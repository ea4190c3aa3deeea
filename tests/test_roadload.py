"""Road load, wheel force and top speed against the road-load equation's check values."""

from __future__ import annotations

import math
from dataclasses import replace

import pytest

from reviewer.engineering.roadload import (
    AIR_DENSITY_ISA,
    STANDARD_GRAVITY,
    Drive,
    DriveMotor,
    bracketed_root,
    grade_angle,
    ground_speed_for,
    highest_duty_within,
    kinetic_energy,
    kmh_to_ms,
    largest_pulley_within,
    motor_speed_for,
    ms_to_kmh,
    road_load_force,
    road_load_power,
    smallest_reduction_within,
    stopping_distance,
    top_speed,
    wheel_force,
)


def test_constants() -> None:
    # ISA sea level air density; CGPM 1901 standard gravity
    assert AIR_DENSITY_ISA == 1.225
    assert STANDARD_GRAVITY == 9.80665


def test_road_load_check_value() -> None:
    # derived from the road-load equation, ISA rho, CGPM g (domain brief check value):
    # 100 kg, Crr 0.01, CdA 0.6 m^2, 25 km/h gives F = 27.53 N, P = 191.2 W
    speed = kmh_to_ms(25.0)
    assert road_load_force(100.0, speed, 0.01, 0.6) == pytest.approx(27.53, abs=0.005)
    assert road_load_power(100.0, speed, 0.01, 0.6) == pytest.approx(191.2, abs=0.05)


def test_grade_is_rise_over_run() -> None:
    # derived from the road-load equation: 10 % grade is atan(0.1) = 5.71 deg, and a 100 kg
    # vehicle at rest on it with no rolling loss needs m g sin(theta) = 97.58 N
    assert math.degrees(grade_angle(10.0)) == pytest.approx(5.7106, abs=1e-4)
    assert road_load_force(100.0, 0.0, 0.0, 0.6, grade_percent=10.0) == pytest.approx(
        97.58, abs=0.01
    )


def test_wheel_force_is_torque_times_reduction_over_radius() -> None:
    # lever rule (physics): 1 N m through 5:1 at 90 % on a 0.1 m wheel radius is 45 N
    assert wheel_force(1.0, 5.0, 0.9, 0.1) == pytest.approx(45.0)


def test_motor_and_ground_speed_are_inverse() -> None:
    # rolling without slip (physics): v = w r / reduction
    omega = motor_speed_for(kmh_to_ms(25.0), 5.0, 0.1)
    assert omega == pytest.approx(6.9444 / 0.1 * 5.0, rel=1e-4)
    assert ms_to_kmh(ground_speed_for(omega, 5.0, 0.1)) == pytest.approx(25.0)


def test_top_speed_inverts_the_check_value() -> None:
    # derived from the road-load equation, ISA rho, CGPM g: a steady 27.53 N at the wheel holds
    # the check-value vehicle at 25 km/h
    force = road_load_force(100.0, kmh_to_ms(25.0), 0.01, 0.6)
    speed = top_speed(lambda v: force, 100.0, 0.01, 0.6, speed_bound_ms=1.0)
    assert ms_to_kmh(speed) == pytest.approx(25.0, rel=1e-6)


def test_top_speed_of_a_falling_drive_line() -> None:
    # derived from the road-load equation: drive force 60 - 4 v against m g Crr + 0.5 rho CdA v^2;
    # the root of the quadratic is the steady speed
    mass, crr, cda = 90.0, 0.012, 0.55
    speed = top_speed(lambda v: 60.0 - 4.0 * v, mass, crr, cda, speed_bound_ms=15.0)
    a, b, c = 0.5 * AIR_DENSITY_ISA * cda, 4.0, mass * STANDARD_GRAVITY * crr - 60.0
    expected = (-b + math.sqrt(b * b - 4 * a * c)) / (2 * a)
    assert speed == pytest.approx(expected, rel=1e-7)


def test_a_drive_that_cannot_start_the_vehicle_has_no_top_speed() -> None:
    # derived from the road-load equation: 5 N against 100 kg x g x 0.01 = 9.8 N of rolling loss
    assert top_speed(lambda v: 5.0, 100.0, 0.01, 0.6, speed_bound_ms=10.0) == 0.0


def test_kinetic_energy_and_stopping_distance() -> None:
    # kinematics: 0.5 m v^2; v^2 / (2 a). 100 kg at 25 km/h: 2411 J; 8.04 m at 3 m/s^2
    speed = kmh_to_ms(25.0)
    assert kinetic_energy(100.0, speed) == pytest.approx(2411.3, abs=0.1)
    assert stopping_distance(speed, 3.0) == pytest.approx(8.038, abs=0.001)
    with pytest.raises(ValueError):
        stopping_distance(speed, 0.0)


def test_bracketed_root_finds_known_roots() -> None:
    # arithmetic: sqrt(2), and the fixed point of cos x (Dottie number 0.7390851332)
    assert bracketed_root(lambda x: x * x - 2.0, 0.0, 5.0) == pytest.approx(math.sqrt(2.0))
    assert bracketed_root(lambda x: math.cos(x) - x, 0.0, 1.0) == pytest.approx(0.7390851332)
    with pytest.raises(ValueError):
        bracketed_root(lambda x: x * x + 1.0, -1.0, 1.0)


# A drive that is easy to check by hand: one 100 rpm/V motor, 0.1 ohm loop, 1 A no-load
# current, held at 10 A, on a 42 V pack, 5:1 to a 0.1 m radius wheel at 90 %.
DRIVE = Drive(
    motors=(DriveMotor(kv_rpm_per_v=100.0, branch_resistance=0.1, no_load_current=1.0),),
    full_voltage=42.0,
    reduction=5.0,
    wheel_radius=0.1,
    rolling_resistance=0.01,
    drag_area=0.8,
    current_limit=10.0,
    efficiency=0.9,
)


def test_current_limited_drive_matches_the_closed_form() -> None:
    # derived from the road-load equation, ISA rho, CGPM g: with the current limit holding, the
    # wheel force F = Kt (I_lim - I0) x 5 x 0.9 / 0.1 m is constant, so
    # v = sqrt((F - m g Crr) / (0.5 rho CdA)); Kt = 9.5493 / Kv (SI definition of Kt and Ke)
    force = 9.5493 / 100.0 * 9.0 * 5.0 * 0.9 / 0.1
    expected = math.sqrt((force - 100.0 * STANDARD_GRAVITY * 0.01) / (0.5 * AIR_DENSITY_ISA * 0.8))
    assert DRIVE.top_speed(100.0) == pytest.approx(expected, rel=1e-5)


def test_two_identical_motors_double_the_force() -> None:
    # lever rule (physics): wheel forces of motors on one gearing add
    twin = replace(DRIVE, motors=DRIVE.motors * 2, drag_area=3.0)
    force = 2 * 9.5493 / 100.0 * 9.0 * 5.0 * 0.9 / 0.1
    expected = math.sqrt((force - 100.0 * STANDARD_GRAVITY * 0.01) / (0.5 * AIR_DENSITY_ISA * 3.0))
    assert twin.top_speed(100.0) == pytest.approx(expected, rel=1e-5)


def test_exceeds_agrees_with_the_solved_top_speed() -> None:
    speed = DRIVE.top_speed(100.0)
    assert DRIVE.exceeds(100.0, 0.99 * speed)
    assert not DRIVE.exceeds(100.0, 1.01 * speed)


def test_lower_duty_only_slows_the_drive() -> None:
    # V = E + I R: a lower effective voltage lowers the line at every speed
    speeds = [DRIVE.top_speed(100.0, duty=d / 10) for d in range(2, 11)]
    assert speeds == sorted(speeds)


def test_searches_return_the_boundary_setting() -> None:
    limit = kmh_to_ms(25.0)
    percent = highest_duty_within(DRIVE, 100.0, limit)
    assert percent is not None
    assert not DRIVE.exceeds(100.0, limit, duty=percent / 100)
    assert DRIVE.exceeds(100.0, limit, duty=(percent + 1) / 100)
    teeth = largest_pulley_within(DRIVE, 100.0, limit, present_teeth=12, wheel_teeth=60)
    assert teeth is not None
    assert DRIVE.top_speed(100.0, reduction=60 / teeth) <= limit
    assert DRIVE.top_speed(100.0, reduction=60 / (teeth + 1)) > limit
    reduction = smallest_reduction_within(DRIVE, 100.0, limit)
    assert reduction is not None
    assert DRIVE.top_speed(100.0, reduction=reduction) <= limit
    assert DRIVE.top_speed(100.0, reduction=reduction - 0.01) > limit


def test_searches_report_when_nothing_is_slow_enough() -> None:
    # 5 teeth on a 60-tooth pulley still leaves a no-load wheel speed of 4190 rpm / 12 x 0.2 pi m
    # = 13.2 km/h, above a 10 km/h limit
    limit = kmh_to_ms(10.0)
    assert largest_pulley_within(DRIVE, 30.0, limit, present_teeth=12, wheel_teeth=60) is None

****************************************

• [TASK REQUIREMENTS] Report back each line of the entries that holds the string "steady".

• [SOLUTION FOR THIS PROBLEM]
    # derived from the road-load equation, ISA rho, CGPM g: a steady 27.53 N at the wheel holds
    # the root of the quadratic is the steady speed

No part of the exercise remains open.